George Orwell era de esquerda. Mas isso não o impediu de perceber que o comunismo é uma tirania de suposto “rosto humano”. Ao contrário de intelectuais e pseudo-intelectuais, jornalistas, escritores, artistas e outros que mais, que ficaram “cegos” ao longo de todo o século XX, e de muitos que ainda hoje não deixaram a “cegueira”.
Neste ensaio da Law & Liberty, Matthew Stewart explica como funciona na actualidade a censura oficial à escrita livre que Orwell sempre denunciou.

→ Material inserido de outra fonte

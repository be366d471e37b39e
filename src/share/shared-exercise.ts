// A shared link's exercise, made again from its drill, settings and fingering by the drill's own
// generator, so the visitor sees the very notes the sharer saw.
import type { SharedExercise } from '../api/shares'
import type { Exercise } from '../exchange'
import { drillPaper } from './drill-paper'
import { exerciseFromQuestions } from './question-exercise'

export type MadeExercise = { exercise: Exercise; error: null } | { exercise: null; error: string }

/**
 * The exercise of a share, or the theory core's message when its settings no longer make one.
 *
 * @example
 * sharedExercise(share).exercise?.notes.length // 15 for a one-octave scatter
 */
export function sharedExercise(share: SharedExercise): MadeExercise {
  const paper = drillPaper(share.preset.drill)
  if (!paper) return { exercise: null, error: 'This kind of exercise cannot be shown here yet.' }
  try {
    const neck = share.instrument
    const choice = { fingering: share.fingering, seed: 0 }
    const questions = paper.questions(share.preset.settings as never, neck, choice)
    return { exercise: exerciseFromQuestions(questions, neck, paper, share.title), error: null }
  } catch (error) {
    if (!(error instanceof RangeError)) throw error
    return { exercise: null, error: error.message }
  }
}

È esta censura que hoje vemos em Portugal imposta por socialistas e comunistas ressabiados e liderados por um primeiro-ministro oportunista e leviano, exaltada pelo ministro Cabrita e pela Comissão para a Igualdade de Género com a proibição dos cadernos azuis e rosa, “disfarçada” pelo Ministério da Educação através da pseudo-teoria do género que propagandeia nas escolas e universidades que os nossos filhos frequentam, disseminada pelos fanáticos “progressistas” de serviço nos locais de trabalho, e agora também “forçada” e reforçada na Polícia e nas forças militares.

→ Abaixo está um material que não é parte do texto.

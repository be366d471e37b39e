// What each drill puts on paper: its questions for given settings (the shared page, the setup
// preview), the part of a session shown while playing, the settings that make it again, and its PDF.
// A drill joins by adding its entry here (and its id to SHAREABLE_DRILLS for share links).
import type { WorksheetKind, WorksheetParams } from '../api/worksheets'
import type { DrillId, DrillSettings } from '../contract/drills'
import { scaleLabel } from '../contract/drills/fields'
import {
  cycleOptions,
  cycleSession,
  planCycle,
  type CycleQuestion,
} from '../drills/cycle/cycle-generator'
import { chordsSession, type ChordsQuestion } from '../drills/chords/chords-generator'
import type { DrillQuestion } from '../drills/engine/types'
import {
  fingeringId,
  passQuestions,
  runOverview,
  type RunsQuestion,
} from '../drills/runs/runs-generator'
import { scatterQuestions, type ScatterQuestion } from '../drills/scatter/scatter-generator'
import { pitchName } from '../theory'
import type { QuestionReading } from './question-exercise'

/** The instrument an exercise is made for. */
export interface PaperNeck {
  tuning: readonly number[]
  frets: number
}

/** What settings alone do not fix: a run's fingering, a scatter's seed when the settings have none. */
export interface PaperChoice {
  fingering: string | null
  seed: number
}

export type SheetRequest = {
  [K in WorksheetKind]: { kind: K; params: WorksheetParams[K] }
}[WorksheetKind]

export interface DrillPaper<D extends DrillId, Q extends DrillQuestion> extends QuestionReading<Q> {
  questions(settings: DrillSettings[D], neck: PaperNeck, choice: PaperChoice): Q[]
  /** The questions shown around question `index` of a session (a sequence, a pass, the cycle). */
  segment(questions: readonly Q[], index: number): readonly Q[]
  /** Settings and fingering that make the shown questions again (`whole`: the whole session). */
  share(settings: DrillSettings[D], shown: readonly Q[], whole: boolean): SharedChoice<D>
  title(settings: DrillSettings[D], shown: readonly Q[]): string
  /** A word under the preview before a session, when it is only a sample of what a session plays. */
  previewNote?(settings: DrillSettings[D]): string | null
  /** Whether the TAB may show while a session runs (not when the places are what is asked). */
  tabWhilePlaying(settings: DrillSettings[D]): boolean
  sheet(settings: DrillSettings[D], neck: PaperNeck, shown: readonly Q[]): SheetRequest
}

export interface SharedChoice<D extends DrillId> {
  settings: DrillSettings[D]
  fingering: string | null
}

const tuningText = (neck: PaperNeck) => neck.tuning.map((pitch) => pitchName(pitch)).join(',')
const instrument = (neck: PaperNeck) => ({ tuning: tuningText(neck), frets: neck.frets })

/** The questions whose keys share the group (the part before ':') of question `index`. */
function group<Q extends DrillQuestion>(questions: readonly Q[], index: number): readonly Q[] {
  const groupOf = (question: Q | undefined) => question?.key.split(':')[0]
  const at = groupOf(questions[index])
  return questions.filter((question) => groupOf(question) === at)
}

const textKey = (question: DrillQuestion) => ({
  tonic: String(question.detail.tonic),
  scale: String(question.detail.scale),
})

const scatterPaper: DrillPaper<'scatter', ScatterQuestion> = {
  key: textKey,
  name: (question) => question.name,
  questions: (settings, neck, choice) =>
    scatterQuestions(neck, settings, settings.seed ?? choice.seed),
  segment: group,
  previewNote: (settings) =>
    settings.seed === null
      ? 'A sample sequence: every session draws its own. The PDF and a share link keep this one.'
      : null,
  tabWhilePlaying: () => false,
  share: (settings, shown, whole) => ({
    settings: {
      ...settings,
      seed: Number(shown[0]?.detail.seed ?? settings.seed ?? 0),
      questionCount: whole ? settings.questionCount : null,
    },
    fingering: null,
  }),
  title: (settings, shown) =>
    `${settings.tonic} ${scaleLabel(settings.scale)} octave scatter, seed ${String(shown[0]?.detail.seed ?? '')}`,
  sheet: (settings, neck, shown) => {
    const sequences = new Set(shown.map((question) => question.sequence)).size
    const window = settings.low !== null && settings.high !== null
    return {
      kind: 'scatter',
      params: {
        ...instrument(neck),
        tonic: settings.tonic,
        scale: settings.scale,
        ...(window ? { low: pitchName(settings.low!), high: pitchName(settings.high!) } : {}),
        minDisplaced: settings.minDisplaced,
        ...(settings.maxLeap === null ? {} : { maxLeap: settings.maxLeap }),
        seed: Number(shown[0]?.detail.seed ?? 1),
        count: Math.min(12, Math.max(1, sequences)),
        answers: '1',
      },
    }
  },
}

const runsPaper: DrillPaper<'runs', RunsQuestion> = {
  key: textKey,
  name: (question) => question.name,
  questions: (settings, neck, choice) => {
    const overview = runOverview(neck, settings)
    const fingering =
      overview.fingerings.find((candidate) => fingeringId(candidate) === choice.fingering) ??
      overview.fingerings[0]
    if (!fingering)
      throw new RangeError('This run has too many fingerings to list; narrow the region.')
    return passQuestions(overview, fingering, settings, 0)
  },
  segment: group,
  tabWhilePlaying: (settings) => settings.showFingering,
  share: (settings, shown) => ({
    settings: { ...settings, questionCount: null },
    fingering: shown[0]?.pattern ?? null,
  }),
  title: (settings, shown) =>
    `${settings.tonic} ${scaleLabel(settings.scale)} range run, frets ${settings.lowFret}–${settings.highFret}, fingering ${shown[0]?.pattern ?? ''}`,
  sheet: (settings, neck) => ({
    kind: 'runs',
    params: {
      ...instrument(neck),
      tonic: settings.tonic,
      scale: settings.scale,
      lowFret: settings.lowFret,
      highFret: Math.min(settings.highFret, neck.frets),
      maxPerString: settings.maxPerString,
    },
  }),
}

const cyclePaper: DrillPaper<'cycle', CycleQuestion> = {
  key: (question) => ({ tonic: question.tonic, scale: question.scale }),
  name: (question) => question.name,
  questions: (settings) => {
    const plan = planCycle(settings)
    if (plan.error !== null) throw new RangeError(plan.error)
    // From the cycle's start key (a shared exercise does not continue anyone's practice)
    return cycleSession(cycleOptions(settings), null, settings.questionCount).questions
  },
  segment: (questions) => questions,
  tabWhilePlaying: () => false,
  share: (settings) => ({ settings, fingering: null }),
  title: (settings) =>
    `Window Cycle, ${scaleLabel(settings.scale)} in ${settings.cycle}, window ${pitchName(settings.low)}–${pitchName(settings.high)}`,
  sheet: (settings, neck) => ({
    kind: 'cycle',
    params: {
      ...instrument(neck),
      low: pitchName(settings.low),
      high: pitchName(settings.high),
      scale: settings.scale,
      cycle: settings.cycle,
      ...(settings.cycle === 'custom' ? { tonics: settings.customTonics.join(',') } : {}),
    },
  }),
}

const PROGRESSION_TITLES = { 'two-five-one': 'ii–V–I', blues: '12-bar blues', custom: 'own chords' }

const chordsPaper: DrillPaper<'chords', ChordsQuestion> = {
  // The progression's key sets the signature; an own list of chords is written without one.
  key: (question) => question.keyRef ?? { tonic: 'C', scale: 'major' },
  name: (question) => question.name,
  questions: (settings, neck) => chordsSession(settings, neck.tuning).questions,
  // While playing: the arpeggio of the current chord.
  segment: (questions, index) =>
    questions.filter((question) => question.chordIndex === questions[index]?.chordIndex),
  tabWhilePlaying: () => false,
  share: (settings) => ({ settings, fingering: null }),
  title: (settings) =>
    settings.progression === 'custom'
      ? `Chord Tones, ${settings.customChords}`
      : `Chord Tones, ${PROGRESSION_TITLES[settings.progression]} from ${settings.startKey} ${settings.quality}`,
  sheet: (settings, neck) => ({
    kind: 'chords',
    params: {
      ...instrument(neck),
      ...{ progression: settings.progression, quality: settings.quality, cycle: settings.cycle },
      ...{ start: settings.startKey, chords: settings.customChords, size: settings.size },
      inversion: settings.inversion,
      lowFret: settings.lowFret,
      highFret: Math.min(settings.highFret, neck.frets),
      answers: '1',
    },
  }),
}

type PaperOf = { [D in DrillId]?: DrillPaper<D, never> }

/** The drills with notation, exports and share links, by id. */
export const DRILL_PAPER: PaperOf = {
  scatter: scatterPaper as unknown as DrillPaper<'scatter', never>,
  runs: runsPaper as unknown as DrillPaper<'runs', never>,
  cycle: cyclePaper as unknown as DrillPaper<'cycle', never>,
  chords: chordsPaper as unknown as DrillPaper<'chords', never>,
}

/** The paper entry of a drill, loosely typed for pages that hold any drill's questions. */
export function drillPaper(drill: DrillId): DrillPaper<DrillId, DrillQuestion> | null {
  return (DRILL_PAPER[drill] as unknown as DrillPaper<DrillId, DrillQuestion> | undefined) ?? null
}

George Orwell’s appalling vision of the future in 1984 makes clear that totalitarian rule relies heavily on official censorship. Big Brother watches for deviations from Ingsoc ideology and for disloyalty to the Party. While at bottom, thoughtcrimes are political crimes in the novel, the exercise of political thought control inevitably entails the loss of other freedoms apart from political liberty.
Critics of dystopian literature have noted how such works are often less prophecy than they are commentary on deplorable contemporary tendencies. Along these lines, Orwell famously stated that the frightening world he created in 1984 would not “necessarily arrive” but that “totalitarian ideas have taken root in the minds of intellectuals everywhere, and I have tried to draw those ideas out to their logical consequences.”
To help eliminate alternative points of view and troublesome shades of meaning, the Party perpetually reshapes the language into Newspeak, removing words and phrases from the lexicon in order “to narrow the range of thought.” So, in a novel suffused not only with a sense of political terror but with a deep sense of loss, the reader is compelled to think about all the costs of censorship and suppression and the ways in which non-political aspects of life are seized and made political by those who seek power.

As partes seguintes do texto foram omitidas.